Shoppers jammed roads and parking lots, lined up outside stores for hours before dawn and mobbed checkouts yesterday to snap up deep discounts on home electronics, toys and apparel.
Hoping to defy predictions of weak holiday sales, retailers heavily promoted to lure the hordes of shoppers that typically make the day after Thanksgiving, the traditional start of the holiday season, the busiest shopping day of the year. The strategy worked - at least for the kickoff day to a frenetic four weeks in which retailers can reap a third of their annual sales and half their profits.
Shoppers lined up outside Arundel Mills at 3 a.m., waiting to buy discounted dolls and games at Kaybee Toys at 5 a.m. Customers with armloads of sweaters and jeans stood a dozen deep at Sears, Roebuck and Co. checkouts in White Marsh, while lines of shoppers buying DVDs, DVD players and televisions snaked around Best Buy in Columbia. Crowds filled the Discovery Channel store in Harborplace, buying Kick Discs - hockey disks that float on air - and remote-controlled Z-Cars.
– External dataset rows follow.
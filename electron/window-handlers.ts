// The intents about the window itself: the page reports its project's state (the
// desktop shell titles the window, enables its menu items and asks before closing
// with unsaved changes), and closes the window once the close prompt's Save is done.
// Arguments are checked here (valibot); the window is the host's (HostContext.window).
import * as v from 'valibot';
import type { HostIntents, ProjectState } from './api-contract.ts';
import type { HostContext } from './host-context.ts';
import { HandlerError } from './handler-error.ts';
import { schemaProblem } from './io/project/schema-issue.ts';

/** Longest project title taken: a file name (255) with room to spare, well under what a title bar shows. */
export const MAX_TITLE_LENGTH = 1024;

const projectStateSchema = v.strictObject({
  title: v.pipe(v.string(), v.maxLength(MAX_TITLE_LENGTH, `a title of at most ${MAX_TITLE_LENGTH} characters`)),
  hasProject: v.boolean(),
  hasUnsavedChanges: v.boolean(),
  canUndo: v.boolean(),
  canRedo: v.boolean(),
});

/** The validated project state; throws HandlerError 'bad-arguments' naming the field. */
export function projectStateArguments(raw: unknown): ProjectState {
  const result = v.safeParse(projectStateSchema, raw);
  if (!result.success) {
    const { where, problem } = schemaProblem(result.issues, 'this request does not take it');
    throw new HandlerError('bad-arguments', `The request "reportProjectState" was refused: ${where ?? 'the arguments'} is wrong (${problem}). This is a bug in the app: please report it.`);
  }
  return result.output;
}

export function reportProjectState(args: HostIntents['reportProjectState']['args'], context: HostContext): Record<string, never> {
  context.window.projectStateChanged(args);
  return {};
}

export function closeWindow(_args: HostIntents['closeWindow']['args'], context: HostContext): { closed: boolean } {
  return { closed: context.window.close() };
}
"It's fun. It's a tradition," said Jan Veader, 47, of Overlea, who started her 16th straight Black Friday at Wal-Mart in White Marsh at 6 a.m., where she grabbed a $24 bicycle for her 3-year-old grandson. "I never even fell asleep last night, I was so keyed up. It's the hunt - and a way to save some money."
Veader and her son, Ricky, 19, were heading to Kmart next, for discounts on 14-karat gold earrings and Martha Stewart towels, then to J.C. Penney Co. for pants.
"It's the only time I like shopping," Ricky Veader said. "It's like a military operation. You have your primary objective and your secondary objective."
In the wake of consumer concern over the economy and potential war, retailers have said they expect to slash prices, step up customer service and offer more one-of-a-kind or private label merchandise to set themselves apart from competitors, and to drive sales.
Although sales did improve in October, they did so after disappointments in August and September at many of the biggest U.S. chains, leaving the outlook uncertain for the holiday season. But retail experts believe consumers will spend if they can be motivated, because disposable income has increased and refinancing has put more money in consumers' pockets.
"I think the sales numbers will be good," said Scott Krugman, a spokesman for the National Retail Federation. "Consumers have been coming out of their shells, and consumer confidence is going up."